- _Directions for this task_: Your result will be the set of lines with "Math", copied from the material below.

• • •

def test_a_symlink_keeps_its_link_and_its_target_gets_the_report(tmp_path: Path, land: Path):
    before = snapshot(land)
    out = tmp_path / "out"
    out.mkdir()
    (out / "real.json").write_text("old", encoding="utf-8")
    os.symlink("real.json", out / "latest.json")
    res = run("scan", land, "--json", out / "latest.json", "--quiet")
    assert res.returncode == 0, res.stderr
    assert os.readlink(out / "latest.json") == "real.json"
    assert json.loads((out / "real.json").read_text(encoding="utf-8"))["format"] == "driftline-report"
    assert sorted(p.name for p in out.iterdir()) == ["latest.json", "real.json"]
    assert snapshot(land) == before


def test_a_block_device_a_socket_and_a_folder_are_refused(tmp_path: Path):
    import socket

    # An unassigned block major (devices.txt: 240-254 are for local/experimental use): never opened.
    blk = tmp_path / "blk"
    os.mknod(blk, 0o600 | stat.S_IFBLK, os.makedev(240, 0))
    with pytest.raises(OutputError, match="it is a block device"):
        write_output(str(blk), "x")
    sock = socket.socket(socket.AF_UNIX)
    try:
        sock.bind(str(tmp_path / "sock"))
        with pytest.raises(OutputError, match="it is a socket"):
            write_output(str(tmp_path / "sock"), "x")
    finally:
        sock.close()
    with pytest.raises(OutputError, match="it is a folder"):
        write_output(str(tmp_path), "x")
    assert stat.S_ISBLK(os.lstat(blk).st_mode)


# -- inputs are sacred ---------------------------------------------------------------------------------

• • •

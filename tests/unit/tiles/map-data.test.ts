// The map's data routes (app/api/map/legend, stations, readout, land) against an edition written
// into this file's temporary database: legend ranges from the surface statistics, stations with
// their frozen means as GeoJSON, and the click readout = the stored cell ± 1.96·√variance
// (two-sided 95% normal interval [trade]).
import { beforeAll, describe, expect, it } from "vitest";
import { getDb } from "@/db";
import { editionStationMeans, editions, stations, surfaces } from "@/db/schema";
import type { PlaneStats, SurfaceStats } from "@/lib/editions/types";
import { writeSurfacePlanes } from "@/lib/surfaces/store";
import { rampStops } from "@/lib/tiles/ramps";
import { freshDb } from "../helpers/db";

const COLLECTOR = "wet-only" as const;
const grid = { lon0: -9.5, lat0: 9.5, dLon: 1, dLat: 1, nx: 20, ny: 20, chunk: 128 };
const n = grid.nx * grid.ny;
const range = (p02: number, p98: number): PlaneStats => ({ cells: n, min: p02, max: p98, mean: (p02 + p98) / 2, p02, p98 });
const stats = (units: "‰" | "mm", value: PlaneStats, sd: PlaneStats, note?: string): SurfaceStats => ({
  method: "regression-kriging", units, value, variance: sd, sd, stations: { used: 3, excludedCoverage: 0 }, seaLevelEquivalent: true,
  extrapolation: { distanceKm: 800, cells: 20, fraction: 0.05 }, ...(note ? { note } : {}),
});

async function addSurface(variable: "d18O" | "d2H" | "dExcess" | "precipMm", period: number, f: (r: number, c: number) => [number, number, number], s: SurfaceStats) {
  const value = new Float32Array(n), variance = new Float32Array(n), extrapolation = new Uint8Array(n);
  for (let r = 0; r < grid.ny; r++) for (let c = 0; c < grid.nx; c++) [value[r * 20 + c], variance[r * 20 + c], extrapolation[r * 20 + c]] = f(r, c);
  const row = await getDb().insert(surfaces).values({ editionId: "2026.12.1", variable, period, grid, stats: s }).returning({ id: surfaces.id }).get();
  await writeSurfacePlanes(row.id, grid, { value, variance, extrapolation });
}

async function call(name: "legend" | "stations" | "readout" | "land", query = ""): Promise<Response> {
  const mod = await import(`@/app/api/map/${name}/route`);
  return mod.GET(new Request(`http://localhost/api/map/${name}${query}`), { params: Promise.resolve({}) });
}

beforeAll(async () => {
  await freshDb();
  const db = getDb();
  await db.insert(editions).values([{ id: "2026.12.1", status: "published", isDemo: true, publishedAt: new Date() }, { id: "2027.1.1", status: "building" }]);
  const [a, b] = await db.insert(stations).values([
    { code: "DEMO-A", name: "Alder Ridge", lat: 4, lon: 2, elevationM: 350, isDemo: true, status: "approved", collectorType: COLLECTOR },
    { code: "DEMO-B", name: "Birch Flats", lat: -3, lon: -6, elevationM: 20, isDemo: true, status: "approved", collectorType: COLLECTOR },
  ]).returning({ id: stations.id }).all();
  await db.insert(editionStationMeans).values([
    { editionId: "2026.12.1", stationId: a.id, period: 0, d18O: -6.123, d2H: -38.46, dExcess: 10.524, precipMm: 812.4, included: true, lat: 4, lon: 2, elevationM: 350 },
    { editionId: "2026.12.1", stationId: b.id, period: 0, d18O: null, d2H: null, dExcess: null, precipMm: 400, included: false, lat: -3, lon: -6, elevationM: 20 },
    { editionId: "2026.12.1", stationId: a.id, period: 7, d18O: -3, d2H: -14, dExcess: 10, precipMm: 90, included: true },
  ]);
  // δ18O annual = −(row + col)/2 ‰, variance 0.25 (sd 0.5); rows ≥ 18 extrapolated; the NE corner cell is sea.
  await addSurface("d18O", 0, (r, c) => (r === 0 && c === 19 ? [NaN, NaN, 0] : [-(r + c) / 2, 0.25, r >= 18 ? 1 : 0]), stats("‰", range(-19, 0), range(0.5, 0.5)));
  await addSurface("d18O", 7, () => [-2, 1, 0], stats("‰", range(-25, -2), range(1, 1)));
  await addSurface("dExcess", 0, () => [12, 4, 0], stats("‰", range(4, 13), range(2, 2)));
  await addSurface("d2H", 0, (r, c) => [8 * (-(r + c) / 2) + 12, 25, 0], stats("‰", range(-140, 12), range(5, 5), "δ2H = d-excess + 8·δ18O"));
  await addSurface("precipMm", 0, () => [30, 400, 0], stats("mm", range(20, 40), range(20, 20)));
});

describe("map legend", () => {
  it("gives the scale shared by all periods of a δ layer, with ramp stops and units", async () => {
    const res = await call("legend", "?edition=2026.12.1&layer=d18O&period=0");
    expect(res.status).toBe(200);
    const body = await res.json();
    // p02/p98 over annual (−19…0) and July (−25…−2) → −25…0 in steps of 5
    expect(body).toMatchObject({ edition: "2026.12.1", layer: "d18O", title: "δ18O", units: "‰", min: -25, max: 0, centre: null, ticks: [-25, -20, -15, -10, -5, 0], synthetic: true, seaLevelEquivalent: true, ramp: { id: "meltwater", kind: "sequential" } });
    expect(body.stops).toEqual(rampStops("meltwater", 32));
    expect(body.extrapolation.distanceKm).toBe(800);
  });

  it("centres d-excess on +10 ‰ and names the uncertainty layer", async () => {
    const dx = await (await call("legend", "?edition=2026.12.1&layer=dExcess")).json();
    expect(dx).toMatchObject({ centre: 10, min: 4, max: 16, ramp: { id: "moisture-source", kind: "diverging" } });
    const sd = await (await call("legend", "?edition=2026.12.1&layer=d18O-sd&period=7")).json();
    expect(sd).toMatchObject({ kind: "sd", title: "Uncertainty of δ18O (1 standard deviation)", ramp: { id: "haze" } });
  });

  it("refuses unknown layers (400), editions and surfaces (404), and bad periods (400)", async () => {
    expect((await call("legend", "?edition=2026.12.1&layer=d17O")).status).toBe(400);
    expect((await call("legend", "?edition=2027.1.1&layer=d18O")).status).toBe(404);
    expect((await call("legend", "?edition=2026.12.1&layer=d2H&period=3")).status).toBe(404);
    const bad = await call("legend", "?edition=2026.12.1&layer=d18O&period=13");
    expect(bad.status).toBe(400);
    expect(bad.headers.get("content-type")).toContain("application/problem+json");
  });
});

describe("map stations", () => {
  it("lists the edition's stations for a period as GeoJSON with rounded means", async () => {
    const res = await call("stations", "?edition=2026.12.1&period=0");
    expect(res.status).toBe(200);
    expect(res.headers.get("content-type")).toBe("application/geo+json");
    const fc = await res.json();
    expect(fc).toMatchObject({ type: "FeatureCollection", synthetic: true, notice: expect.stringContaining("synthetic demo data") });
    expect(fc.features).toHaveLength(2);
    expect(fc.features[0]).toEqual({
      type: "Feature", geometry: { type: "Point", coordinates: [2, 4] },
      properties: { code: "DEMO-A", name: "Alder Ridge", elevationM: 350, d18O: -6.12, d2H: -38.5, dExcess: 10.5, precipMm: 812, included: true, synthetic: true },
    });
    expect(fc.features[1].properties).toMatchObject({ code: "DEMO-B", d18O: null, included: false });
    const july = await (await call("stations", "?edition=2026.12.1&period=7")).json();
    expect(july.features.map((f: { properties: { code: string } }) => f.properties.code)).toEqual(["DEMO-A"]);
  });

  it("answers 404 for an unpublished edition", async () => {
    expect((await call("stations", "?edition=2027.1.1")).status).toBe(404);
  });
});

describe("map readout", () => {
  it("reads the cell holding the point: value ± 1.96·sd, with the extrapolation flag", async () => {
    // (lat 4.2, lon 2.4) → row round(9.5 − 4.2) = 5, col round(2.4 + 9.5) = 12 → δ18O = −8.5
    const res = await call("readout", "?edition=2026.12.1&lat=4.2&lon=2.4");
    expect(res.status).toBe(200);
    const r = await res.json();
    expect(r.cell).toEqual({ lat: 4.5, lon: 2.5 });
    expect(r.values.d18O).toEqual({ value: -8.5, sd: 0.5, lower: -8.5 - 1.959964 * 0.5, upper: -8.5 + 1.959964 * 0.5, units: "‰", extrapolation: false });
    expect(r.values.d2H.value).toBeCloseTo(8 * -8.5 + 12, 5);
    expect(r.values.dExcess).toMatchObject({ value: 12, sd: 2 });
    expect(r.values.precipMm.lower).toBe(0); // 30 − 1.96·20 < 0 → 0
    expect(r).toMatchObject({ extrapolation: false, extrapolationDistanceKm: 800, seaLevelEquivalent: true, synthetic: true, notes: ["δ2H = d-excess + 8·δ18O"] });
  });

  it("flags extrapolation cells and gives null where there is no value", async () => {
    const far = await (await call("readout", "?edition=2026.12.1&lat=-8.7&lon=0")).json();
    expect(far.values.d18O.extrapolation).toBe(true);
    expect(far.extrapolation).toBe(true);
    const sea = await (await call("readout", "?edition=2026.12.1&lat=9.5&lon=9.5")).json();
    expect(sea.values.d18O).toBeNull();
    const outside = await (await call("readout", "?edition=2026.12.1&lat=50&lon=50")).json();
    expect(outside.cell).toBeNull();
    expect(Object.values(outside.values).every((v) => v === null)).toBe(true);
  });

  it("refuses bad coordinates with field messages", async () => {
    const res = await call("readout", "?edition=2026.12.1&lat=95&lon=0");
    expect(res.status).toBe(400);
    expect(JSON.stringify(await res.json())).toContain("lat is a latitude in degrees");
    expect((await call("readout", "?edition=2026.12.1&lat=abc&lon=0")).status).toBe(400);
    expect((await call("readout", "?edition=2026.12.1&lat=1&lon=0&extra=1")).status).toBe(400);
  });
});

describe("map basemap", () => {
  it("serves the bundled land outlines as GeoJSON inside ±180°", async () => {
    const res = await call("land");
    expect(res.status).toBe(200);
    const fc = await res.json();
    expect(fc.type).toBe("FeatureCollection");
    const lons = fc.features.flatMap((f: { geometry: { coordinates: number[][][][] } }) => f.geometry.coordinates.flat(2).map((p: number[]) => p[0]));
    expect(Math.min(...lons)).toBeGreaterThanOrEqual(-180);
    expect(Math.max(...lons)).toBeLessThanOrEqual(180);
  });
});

• • •

- _Output_:
    expect(Math.min(...lons)).toBeGreaterThanOrEqual(-180);
    expect(Math.max(...lons)).toBeLessThanOrEqual(180);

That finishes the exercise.